An approach aiming at proving the correctness of CSMA/CA with virtual carrier sensing (RTS/CTS), and hence related to ours, is presented in [3]. Based on stochastic bigraphs with sharing it uses rewrite rules to analyse quantitative properties. Although it is an approach that is capable to analyse arbitrary topologies, to apply the rewrite rules a particular topology needs to be modelled by a directed acyclic graph structure, which is part of the bigraph.

7 Conclusion

In this paper we have proposed a novel process algebra, called ALL, that can be used to model, verify and analyse link layer protocols. Since we aimed at a process algebra featuring aspects of the link layer such as frame collisions, as well as arbitrary data structures (to model a rich class of protocols), we could not use any of the existing algebras. The design of ALL is layered. The first layer allows modelling protocols in some sort of pseudo code, which hopefully makes our approach accessible for network and software researchers/engineers. The other layers are mainly for giving a formal semantics to the language. The layer of partial network expressions, the third layer, provides a unique and sophisticated mechanism for modelling the collision of frames. As it is hard-wired in the semantics there is no need to model collisions manually when modelling a protocol, as it was done before [21]. Next to primitives needed for modelling link layer protocols (e.g. transmit) and standard operators of process algebra (e.g. nondeterministic choice), ALL provides an operator for probabilistic choice.
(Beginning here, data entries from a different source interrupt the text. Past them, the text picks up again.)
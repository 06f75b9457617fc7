"""In which pieces of time a local volatility surface may stand still."""

from __future__ import annotations

from itertools import pairwise

import numpy as np
from numpy.typing import NDArray

from pricer.market.implied_surface import ImpliedSurface

Array = NDArray[np.float64]

#: Neither time nor total variance grows within a cell by more than this part of itself: after a quiet week an event
#: multiplies total variance in a day, and local volatility with it.
GROWTH = 0.15
#: The first expiry is reached in this many equal cells. With 8, steep put wings of one week came back 0.055 vol points
#: off at 10 delta, with 16 0.026.
FIRST_CELLS = 16
#: No cell is longer, in years.
LONGEST_CELL = 0.25
#: Total variance from next to nothing is taken for this part of the rise that follows.
_LEAST_START = 1e-3
#: Where growth of total variance is looked at, in standard deviations at the start of an interval.
_PLACES = (-1.5, 0.0, 1.5)


def cell_ends(surface: ImpliedSurface, horizon: float | None = None) -> Array:
    """Ends of cells up to ``horizon`` years (default: the last expiry), every expiry before it among them."""
    last = surface.times[-1] if horizon is None else horizon
    marks = np.array([0.0, *(time for time in surface.times if time < last), last])
    k = np.sqrt(surface.total_variance(0.0, marks[:-1]))[:, None] * np.array(_PLACES)
    before, after = (surface.total_variance(k, at[:, None]) for at in (marks[:-1], marks[1:]))
    # Total variance is linear in time between marks: from a start of `share` of its rise to 1 + `share`.
    with np.errstate(divide="ignore", invalid="ignore"):
        shares = np.where(after > before, before / (after - before), np.inf).min(axis=1)
    gaps = np.maximum(shares, _LEAST_START) * np.diff(marks)
    ends: list[float] = []
    for i, (start, end) in enumerate(pairwise(marks.tolist())):
        time = start
        while time < end:
            grown = GROWTH * min(time, float(gaps[i]) + time - start)
            length = min(grown if i else end / FIRST_CELLS, LONGEST_CELL)
            remaining = end - time
            count = max(int(np.ceil(remaining / length - 1e-9)), 1)
            time = end if count == 1 else time + (remaining / 2.0 if count == 2 else length)
            ends.append(time)
    return np.array(ends)
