@dataclass(frozen=True, slots=True, eq=False)
class Market:
    """The market as it stood at the end of ``valuation_date``.

    ``curves`` is keyed by (currency, collateral), with collateral "" for the currency's
    standard curve, ``repo`` and ``surfaces`` by underlying, ``credit`` by name, ``agreements`` by
    netting set. An underlying with a surface has no volatility of its own. The correlation matrix
    holds underlyings and currency pairs ("EURUSD", either way round).
    ``rejected`` says of underlyings and curves (by their ids) and of the correlation matrix
    (as ``CORRELATIONS``) that were given but cannot be used, why, of exchange rates by their
    pairs, of an underlying left out of the matrix as ``CORRELATIONS:ID``, and of two ids whose
    correlation alone is not known as ``CORRELATIONS:ID:ID``. An underlying
    that lost only its volatility may stand in both ``underlyings`` and ``rejected``. Volatilities of
    exchange rates stand there as "fx_volatilities:EURUSD", names as "credit:NAME", agreements as
    "agreements:NETTING_SET" and the funding curve as "funding".
    A rate that stands in ``fx`` and in ``rejected`` contradicts the others: nothing may be converted at it.
    ``doubts`` are warnings about items that are used though they are implausible: of underlyings by their ids,
    of "repo:ID", "fx:EURUSD", "fx_volatilities:EURUSD" and "fixings:ID:YYYY-MM-DD".
    ``fixings`` are the official levels of past observation days, of underlyings and of currency pairs.
    ``quotes`` are those from which curves, hazard rates and correlations were made.
    """

    name: str
    valuation_date: date
    reporting_currency: str
    underlyings: Mapping[str, Underlying]
    curves: Mapping[tuple[str, str], DiscountCurve]
    correlation: CorrelationMatrix | None
    fx: FxRates
    issues: tuple[Issue, ...] = ()
    sources: tuple[SourceFile, ...] = ()
    rejected: Mapping[str, tuple[Issue, ...]] = field(default_factory=dict)
    surfaces: Mapping[str, CheckedSurface] = field(default_factory=dict)
    repo: Mapping[str, RepoCurve] = field(default_factory=dict)
    credit: Mapping[str, HazardCurve] = field(default_factory=dict)
    funding: FundingCurve | None = None
    agreements: Mapping[str, Agreement] = field(default_factory=dict)
    quotes: MarketQuotes = field(default_factory=MarketQuotes)
    doubts: Mapping[str, tuple[Issue, ...]] = field(default_factory=dict)
    fixings: Fixings = field(default_factory=Fixings)

    def growth_curve(self, underlying_id: str) -> DiscountCurve:
        """The curve at which the spot grows: the mid of the underlying's repo rates, if it has any, else the
        standard curve of its currency. Raises :class:`MissingMarketDataError`.
        """
        repo = self.repo.get(underlying_id)
        return repo.mid if repo is not None else self._curve(self._underlying(underlying_id).currency, "")

    def affine_price(self, underlying_id: str) -> AffinePrice:
        """The underlying's price on all dates, as a floor of cash dividends and a random part.

        Raises :class:`MissingMarketDataError`, and ValueError if the cash dividends to come are worth
        the spot or more.
        """
        underlying = self._underlying(underlying_id)
        growth_curve = self.growth_curve(underlying_id)
        return AffinePrice.of(underlying_id, underlying.spot, underlying.dividends, growth_curve)

    def forward(self, underlying_id: str, day: date) -> float:
        """Forward price for ``day``, after that day's dividends, in the underlying's currency.

        Spot grown at :meth:`growth_curve`, less dividends. Raises as :meth:`affine_price`, and
        ValueError if ``day`` lies before the valuation date.
        """
        return self.affine_price(underlying_id).at(day).forward

    def spot_in(self, underlying_id: str, currency: str, conversion: Conversion | None) -> float:
        """Tonight's price as a trade in ``currency`` sees it: a composite converts it, others take its number.

        Raises :class:`MissingMarketDataError` and MissingRate.
        """
        underlying = self._underlying(underlying_id)
        if conversion is Conversion.COMPOSITE:
            return underlying.spot * self.fx.rate(underlying.currency, currency)
        return underlying.spot

    def affine_levels(
        self, underlying_ids: Sequence[str], day: date
    ) -> tuple[NDArray[np.float64], NDArray[np.float64]]:
        """Scales (n,) > 0 and floors (n,) >= 0 of the prices on ``day``, each in its currency.

        Prices are ``scales * X + floors`` with X the unit-mean lognormals of :meth:`log_covariance`; see
        :mod:`pricer.market.affine_price`. Raises as :meth:`forward`.
        """
        levels = [self.affine_price(name).at(day) for name in underlying_ids]
        return np.array([level.scale for level in levels]), np.array([level.floor for level in levels])

    def has_volatility(self, underlying_id: str) -> bool:
        """Whether options on the underlying can be priced."""
        underlying = self.underlyings.get(underlying_id)
        return underlying_id in self.surfaces or (underlying is not None and underlying.volatility is not None)

    def pure_volatility(self, underlying_id: str) -> VolatilityCurve:
        """Volatilities at the forward of the underlying's random part X: its own without cash dividends to come.

        Raises :class:`MissingMarketDataError`, and ValueError where no X has the quoted volatilities.
        """
        if underlying_id in self.surfaces:
            return self.surfaces[underlying_id].atm_curve
        volatility = self._volatility(underlying_id)
        return self.affine_price(underlying_id).pure_volatility(volatility)

    def implied_surface(self, underlying_id: str) -> ImpliedSurface:
        """Implied volatility of the underlying's random part X; raises as :meth:`pure_volatility`."""
        if underlying_id in self.surfaces:
            return self.surfaces[underlying_id].surface
        return ImpliedSurface.flat(self.pure_volatility(underlying_id))

    def log_covariance(self, names: Sequence[str], day: date) -> NDArray[np.float64]:
        """Covariance from the valuation date to ``day``, not annualised: (n, n).

        Names are underlyings, standing for log X of their random parts, or currency pairs such as
        "EURUSD", standing for the logarithm of that rate: either way round, and as a chain where
        the pair has no volatility of its own. Raises :class:`MissingMarketDataError`, and ValueError
        for a date before the valuation date.
        """
        exposures = [{name: 1.0} if name in self.underlyings else self._fx_factors(name) for name in names]
        factors = list(dict.fromkeys(factor for exposure in exposures for factor in exposure))
        loadings = np.array([[exposure.get(factor, 0.0) for factor in factors] for exposure in exposures])
        curves = [
            self.pure_volatility(factor) if factor in self.underlyings else self.fx.volatilities[currencies_of(factor)]
            for factor in factors
        ]
        spread = loadings @ covariance(curves, self._correlation(factors), day) @ loadings.T
        out: NDArray[np.float64] = 0.5 * (spread + spread.T)  # symmetric to the last bit
        return out

    def driver_correlation(self, names: Sequence[str]) -> NDArray[np.float64]:
        """Correlation of the Brownian motions that drive X of underlyings and the rates of currency pairs: (n, n).

        Names are underlyings and pairs that have a volatility of their own, as ``fx.log_factors`` gives them.
        Raises :class:`MissingMarketDataError`.
        """
        return self._correlation(names)

    def joint_lognormal(
        self,
        underlying_ids: Sequence[str],
        expiry_date: date,
        *,
        payment_currency: str | None = None,
        conversion: Conversion | None = None,
        pure: bool = False,
    ) -> JointLognormal:
        """The joint law of the underlyings' levels on ``expiry_date`` under the payment currency's measure.

        On the valuation date itself: today's levels, without variance. Without a payment currency all
        underlyings must share one. Those of another currency need a ``conversion``: "quanto"
        keeps the number of the price, "composite" converts it at the date's exchange rate.

        With ``pure`` the law is that of the prices above their floors (see :meth:`affine_levels`, whose
        floors are to be added, a composite's converted at the same rate); without it, cash dividends after
        ``expiry_date`` are a ValueError.

        Raises :class:`MissingMarketDataError`, and ValueError for a date before the valuation date and
        for currencies that differ without a conversion.
        """
        currencies = [self._underlying(name).currency for name in underlying_ids]
        target = _payment_currency(underlying_ids, currencies, payment_currency, conversion)
        is_composite = conversion is not None and Conversion(conversion) is Conversion.COMPOSITE
        scales, floors = self.affine_levels(underlying_ids, expiry_date)
        for name, floor in zip(underlying_ids, floors, strict=True):
            if floor > 0.0 and not pure:
                raise ValueError(
                    f"the price of {name} on {expiry_date} is not lognormal: it holds {floor:.6g} of cash dividends "
                    "still to come"
                )
        abroad = sorted({currency for currency in currencies if currency != target})
        found = self.log_covariance([*underlying_ids, *(currency + target for currency in abroad)], expiry_date)
        if not abroad:
            return JointLognormal(scales, found)
        joint = with_rates(found, [abroad.index(c) if c != target else None for c in currencies])
        if not is_composite:
            return quanto(scales, joint)
        fx_forwards = np.array([self.fx_forward(currency, target, expiry_date) for currency in currencies])
        return composite(scales, fx_forwards, joint)

    def fx_forward(self, from_currency: str, to_currency: str, day: date) -> float:
        """Units of ``to_currency`` for one of ``from_currency``, agreed tonight for ``day``: covered by both
        standard curves. Raises :class:`MissingMarketDataError` and MissingRate.
        """
        if from_currency == to_currency:
            return 1.0
        spot = self.fx.rate(from_currency, to_currency)
        return spot * self.discount_factor(from_currency, "", day) / self.discount_factor(to_currency, "", day)

    def discount_factor(self, currency: str, collateral: str, day: date) -> float:
        """Value tonight of 1 unit of ``currency`` paid on ``day`` under ``collateral`` ("" for none named).

        Raises :class:`MissingMarketDataError` without such a curve, ValueError for a day before
        the valuation date.
        """
        return self._curve(currency, collateral).discount_factor(day)

    def why_unknown(self, first: str, second: str) -> tuple[Issue, ...]:
        """Why the correlation of two ids that the matrix holds is not known; empty if it is.

        The matrix has a number for them all the same, which no trade may see.
        """
        return self.rejected.get(f"{CORRELATIONS}:{first}:{second}") or self.rejected.get(
            f"{CORRELATIONS}:{second}:{first}", ()
        )

    def to_reporting(self, currency: str) -> float:
        """Units of the reporting currency for one unit of ``currency``; raises MissingRate."""
        return self.fx.rate(currency, self.reporting_currency)

    def _curve(self, currency: str, collateral: str) -> DiscountCurve:
        try:
            return self.curves[currency, collateral]
        except KeyError:
            raise MissingMarketDataError(
                f'the market has no discount curve for {currency} with collateral "{collateral}"'
            ) from None

    def _underlying(self, underlying_id: str) -> Underlying:
        try:
            return self.underlyings[underlying_id]
        except KeyError:
            raise MissingMarketDataError(f'the market has no underlying "{underlying_id}"') from None

    def _volatility(self, underlying_id: str) -> VolatilityCurve:
        volatility = self._underlying(underlying_id).volatility
        if volatility is None:
            raise MissingMarketDataError(f'the market has no volatility for underlying "{underlying_id}"')
        return volatility

    def _fx_factors(self, pair: str) -> dict[str, float]:
        try:
            return self.fx.log_factors(*currencies_of(pair))
        except (MissingRate, ValueError):
            raise MissingMarketDataError(
                f"the market has neither an underlying {pair} nor a volatility for such an exchange rate"
            ) from None

    def _correlation(self, factors: Sequence[str]) -> NDArray[np.float64]:
        """Correlations of underlyings and currency pairs, these in the direction named: (n, n)."""
        if len(factors) == 1:
            return np.ones((1, 1))
        if self.correlation is None:
            raise MissingMarketDataError("the market has no usable correlation matrix")
        held = {name: name if name in self.correlation else name[3:] + name[:3] for name in factors}
        missing = sorted(
            name
            for name, row in held.items()
            if row not in self.correlation or (row != name and name in self.underlyings)
        )
        if missing:
            raise MissingMarketDataError(f"the market's correlation matrix does not hold {', '.join(missing)}")
        for first, second in combinations(held.values(), 2):
            if self.why_unknown(first, second):
                raise MissingMarketDataError(f"the correlation of {first} with {second} is not known")
        signs = np.array([1.0 if held[name] == name else -1.0 for name in factors])
        return self.correlation.sub([held[name] for name in factors]) * np.outer(signs, signs)
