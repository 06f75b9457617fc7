"""What the market quoted, as it was given: a report shows how well curves reprice it."""

from __future__ import annotations

from collections.abc import Mapping
from dataclasses import dataclass, field
from datetime import date

from pricer.market.correlation_estimate import CorrelationEstimate


@dataclass(frozen=True, slots=True)
class SpreadQuotes:
    """Running spreads of a name's credit default swaps by tenor, 0.0125 for 125 basis points.

    ``currency`` is that whose standard curve discounted them.
    """

    name: str
    currency: str
    recovery: float
    tenors: tuple[str, ...]
    spreads: tuple[float, ...]


@dataclass(frozen=True, slots=True, eq=False)
class MarketQuotes:
    """``credit`` by name; ``correlation`` is the estimate, where correlations come from a price history.
    ``last_levels`` : day and last level of each underlying and currency pair in the price history, whether or not
    correlations come from it.

    Quoted rates stand in their curves, quoted volatilities in their surfaces.
    """

    credit: Mapping[str, SpreadQuotes] = field(default_factory=dict)
    correlation: CorrelationEstimate | None = None
    last_levels: Mapping[str, tuple[date, float]] = field(default_factory=dict)
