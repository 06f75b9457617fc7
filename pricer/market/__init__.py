"""Tonight's market: curves, dividends, volatilities, correlations and currencies, checked once."""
This operator is needed to model aspects of link layer protocols such as the exponential backoff for the Carrier-Sense Multiple Access with Collision Avoidance protocol, the case study we have chosen to demonstrate the applicability of ALL. We have modelled and analysed two versions of CSMA/CA, without and with virtual carrier sensing. Our analysis has confirmed the hidden station problem for the version without virtual carrier sensing. However, we have also shown that the version with virtual carrier sensing overcomes not only this problem, but also the exposed station problem with probability 1. Yet the protocol cannot guarantee packet delivery, not even with probability 1.

To perform this analysis we had to formalise suitable liveness properties for link layer protocols specified in our framework.